Trackbacks – the hows and the whys – on PLoS journals’ articles

Just read it here, then bookmark it for the next time you write a blog post about a PLoS paper…

Today’s carnivals

Scientia Pro Publica 3: the Swine ‘flu Edition is up on Deep Thoughts and Silliness
Carnival of the Blue 24 is up on Monterey Bay Aquarium’s SeaNotes

Clock Quotes

The more important the title, the more self-important the person, the greater the amount of time spent on the Eastern shuttle, the more suspicious the man and the less vitality in the organization.
– Jane O’Reilly

My picks from ScienceDaily

Dolphins Maintain Round-the-clock Visual Vigilance:

Dolphins have a clever trick for overcoming sleep deprivation.
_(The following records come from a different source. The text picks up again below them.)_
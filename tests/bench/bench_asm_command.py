"""``relaybench asm`` of a 100,000-line program as a whole process (target: under 3 s).

Run:  python tests/bench/bench_asm_command.py [--lines N] [--machine NAME] [--repeat K]
                                              [--baseline TREE]

The program comes from ``bench_assembler.generate`` (the machine's own
instruction forms, labels, forward jumps, data, constants and comments). Each
run is a fresh ``python -m emu.cli asm FILE`` process, timed from outside:
start-up, machine, parsing, both passes, the Intel HEX image and the debug
file; a second case adds ``--listing`` (the listing with its symbol table).
The user's cache folder is warm, as after a first run.

With ``--baseline TREE`` (another source tree, say ``git archive main | tar
-x -C /tmp/base``) the same commands run from that tree too, in turns with
this one, so both see the same load; the files both write are compared byte
for byte, and the ratios of the medians (wall and CPU) are printed. Each case reports the
median and best wall time, the median CPU time, and the median's share of the
target.
"""

from __future__ import annotations

import argparse
import os
import statistics
import sys
import tempfile
from pathlib import Path

ROOT = Path(__file__).resolve().parents[2]
sys.path.insert(0, str(ROOT))
sys.path.insert(0, str(Path(__file__).resolve().parent))

from bench_assembler import code_share, generate  # noqa: E402
from bench_startup import timed_process  # noqa: E402
from emu import load_machine  # noqa: E402

TARGET_S = 3.0
_OUTPUTS = (".hex", ".dbg.json", ".lst")


def _asm_process(tree: Path, source: Path, out: Path, extra: list[str], cache: str) -> tuple[float, float]:
    """Wall and CPU seconds of one ``relaybench asm`` process run from ``tree``."""
    env = {**os.environ, "PYTHONPATH": str(tree), "RELAYBENCH_CACHE": cache}
    command = [sys.executable, "-m", "emu.cli", "asm", str(source), "-o", str(out.with_suffix(".hex")), *extra]
    return timed_process(command, tree, env)


def main() -> int:
    parser = argparse.ArgumentParser(description=__doc__.splitlines()[0])
    parser.add_argument("--lines", type=int, default=100_000)
    parser.add_argument("--machine", default="ref8")
    parser.add_argument("--repeat", type=int, default=5)
    parser.add_argument("--baseline", metavar="TREE", type=Path, help="another source tree to compare with")
    args = parser.parse_args()
    machine = load_machine(args.machine)
    trees = {"this": ROOT} | ({"base": args.baseline.resolve()} if args.baseline else {})
    with tempfile.TemporaryDirectory(prefix="relaybench-bench-") as scratch:
        folder = Path(scratch)
        source = folder / "long.asm"
        text = generate(machine, args.lines, share=code_share(machine, args.lines))
        source.write_text(text, encoding="utf-8")
        cases = {(tree, listing): [] for tree in trees for listing in (False, True)}

        def run(tree: str, listing: bool) -> tuple[float, float]:
            out = folder / f"{tree}{'-listed' if listing else ''}"
            extra = ["--listing", str(out.with_suffix(".lst"))] if listing else []
            return _asm_process(trees[tree], source, out, extra, str(folder / f"cache-{tree}"))

        for tree, listing in cases:         # bytecode and the cache folder written, not timed
            run(tree, listing)
        for _round in range(args.repeat):
            for tree, listing in cases:
                cases[tree, listing].append(run(tree, listing))
        same = all((folder / f"this-listed{suffix}").read_bytes() == (folder / f"base-listed{suffix}").read_bytes()
                   for suffix in _OUTPUTS) if "base" in trees else None
    print(f"relaybench asm, {text.count(chr(10)):,} lines on {machine.name}: {args.repeat} rounds, "
          f"wall median (best), CPU median; target {TARGET_S:.1f} s")
    medians, cpus = {}, {}
    for (tree, listing), times in cases.items():
        walls = [wall for wall, _cpu in times]
        medians[tree, listing] = statistics.median(walls)
        cpus[tree, listing] = statistics.median(c for _wall, c in times)
        name = f"{tree}{' --listing' if listing else ''}"
        print(f"  {name:<16} {medians[tree, listing]:6.3f} s ({min(walls):.3f}), cpu {cpus[tree, listing]:6.3f} s, "
              f"{medians[tree, listing] / TARGET_S:.2f} of the target")
    if "base" in trees:
        for listing in (False, True):
            print(f"  base / this{' --listing' if listing else ''}: "
                  f"wall {medians['base', listing] / medians['this', listing]:.2f}×, "
                  f"cpu {cpus['base', listing] / cpus['this', listing]:.2f}×")
        print(f"  outputs byte for byte the same as the baseline's: {'yes' if same else 'NO'}")
    return 0 if all(wall < TARGET_S for (tree, _listing), wall in medians.items() if tree == "this") else 1


if __name__ == "__main__":
    sys.exit(main())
Sam Ridgway from the US Navy Marine Mammal Program explains that they are able to send half of their brains to sleep while the other half remains conscious. What is more, the mammals seem to be able to remain continually vigilant for sounds for days on end. All of this made Ridgway and his colleagues from San Diego and Tel Aviv wonder whether the dolphins’ unrelenting auditory vigilance tired them and took a toll on the animals’ other senses?

Dietary Fats Trigger Long-term Memory Formation:

Having strong memories of that rich, delicious dessert you ate last night? If so, you shouldn’t feel like a glutton. It’s only natural. UC Irvine researchers have found that eating fat-rich foods triggers the formation of long-term memories of that activity. The study adds to their recent work linking dietary fats to appetite control and may herald new approaches for treating obesity and other eating disorders.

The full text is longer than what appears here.